J’attendis patiemment qu’elle poursuive. Si elle avait commencé à parler, c’est que ça lui faisait du bien, il ne fallait pas la brusquer. Ça avait l’air d’être difficile pour elle. En même temps la mort de quelqu’un n’est jamais facile. Une larme s’échappa de ses cils et dégringola le long de sa joue.
― On a retrouvé son corps deux jours plus tard au milieu des débris du bateau.
Ses sanglots redoublèrent. Ses larmes inondaient ses joues. Elle ne pouvait plus aligner deux mots tant sa gorge était obstruée par les pleurs.
And if I fall through these days that go by without cause
Just a painful mistake has left me here on my own
And if I fall through these nights I can't seem to go on
Just a sign that you're with me gives me the strength to hold on
Je me rapprochai d’elle et la prit dans mes bras pour tenter de la consoler. Je n’osais pas lui poser de questions de peur de faire croître son chagrin. Je ne savais pas vraiment comment faire.
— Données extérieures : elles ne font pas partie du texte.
import { Op, type WhereOptions } from 'sequelize';
import { Specimen, Treatment, User } from '../models/index.ts';
import { defuse } from '../csvExport.ts';
import { BAND_LABELS, bandOf, worstBand } from '../../treatment/risk.ts';
import { cureStatus } from '../../treatment/cure.ts';
import type { CheckExportQuery } from '../../check/exportQuery.ts';

/**
 * Treatments as CSV, one treatment a row, ordered by object number and then the day it was
 * planned; the same filters as the checks export (specimen, and a range of days on the planning
 * date). States are stored codes; lists inside a cell are separated by " | "; formula-like cells
 * are defused (csvExport.ts).
 */
export const TREATMENT_EXPORT_COLUMNS = [
	'Object number', 'Treatment id', 'Title', 'Planned on', 'State', 'Author', 'Before check id', 'After check id',
	'Risk assessment', 'Signed off by', 'Signed off at', 'Hazards (residual)', 'Worst residual',
	'Steps done', 'Steps in plan', 'Time spent (min)', 'Materials', 'Fluid batches (% vol)', 'May be disturbed from', 'Closed at', 'Purpose',
] as const;

type Loaded = Treatment & { specimen?: Specimen; author?: User; riskReviewer?: User | null };

export function treatmentRow(t: Loaded): string[] {
	const hazards = t.risk.hazards.map((h) => `${h.kind}: ${BAND_LABELS[bandOf(h.residual)].toLowerCase()}`);
	const worst = worstBand(t.risk.hazards.map((h) => h.residual));
	const materials = t.steps.flatMap((s) => s.materials.filter((m) => m.kind !== 'fluid').map((m) => `${m.name}${m.amount ? ` (${m.amount})` : ''}`));
	const fluids = t.steps.flatMap((s) =>
		s.materials.flatMap((m) => (m.fluid ? [`${m.fluid.batch || 'batch'} ${m.fluid.preservativeKind} ${m.fluid.realPercentVol ?? m.fluid.statedPercentVol ?? '?'}`] : [])),
	);
	const signed = t.riskState === 'signed-off';
	return [
		t.specimen?.objectNumber ?? '', t.id, t.title, t.createdAt.toISOString().slice(0, 10), t.state, t.author?.name ?? '',
		t.beforeCheckId ?? '', t.afterCheckId ?? '', t.riskState, signed ? (t.riskReviewer?.name ?? '') : '', signed ? (t.riskReviewedAt?.toISOString() ?? '') : '',
		hazards.join(' | '), worst ?? '',
		String(t.steps.filter((s) => s.status === 'done').length), String(t.steps.filter((s) => s.status !== 'skipped').length),
		String(t.steps.reduce((sum, s) => sum + (s.minutes ?? 0), 0)), materials.join(' | '), fluids.join(' | '),
		cureStatus(t.steps, new Date()).mayDisturbAt ?? '', t.completedAt?.toISOString() ?? '', t.purpose,
	].map(defuse);
}

export async function treatmentExportRows(q: CheckExportQuery): Promise<string[][]> {
	const day = (d: string, end: boolean) => new Date(`${d}T${end ? '23:59:59.999' : '00:00:00.000'}Z`);
	const where: WhereOptions<Treatment> = {
		...(q.specimen ? { specimenId: q.specimen } : {}),
		...(q.from || q.to ? { createdAt: { ...(q.from ? { [Op.gte]: day(q.from, false) } : {}), ...(q.to ? { [Op.lte]: day(q.to, true) } : {}) } } : {}),
	};
	const rows = (await Treatment.findAll({
		where,
		include: [
			{ model: Specimen, as: 'specimen', attributes: ['id', 'objectNumber'] },
			{ model: User, as: 'author', attributes: ['id', 'name'] },
			{ model: User, as: 'riskReviewer', attributes: ['id', 'name'] },
		],
		order: [[{ model: Specimen, as: 'specimen' }, 'objectNumber', 'ASC'], ['createdAt', 'ASC']],
	})) as Loaded[];
	return rows.map(treatmentRow);
}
Quelqu’un était mort, mais qui ?
Jeally s’agrippa à moi et enfoui son visage contre mon cou pour étouffer ses sanglots.
― J’étais vraiment proche de lui. D’habitude, enfin, très souvent, les enfants sont toujours avec leur mère, moi non, il n’y en avait que pour mon père, je ne le lâchais pas ou presque. Ce jour-là, j’aurais dû être avec lui, j’aurais dû mourir aussi. Mais, ma mère avait tellement insisté pour que je reste que j’avais fini par céder. Maintenant, il n’est plus là…
Son père ? Elle avait perdu son père ? C’était horrible ! Je comprenais beaucoup mieux son chagrin et sa douleur.
Je la serrai davantage contre moi pour la rassurer, tandis que ses larmes se multipliaient.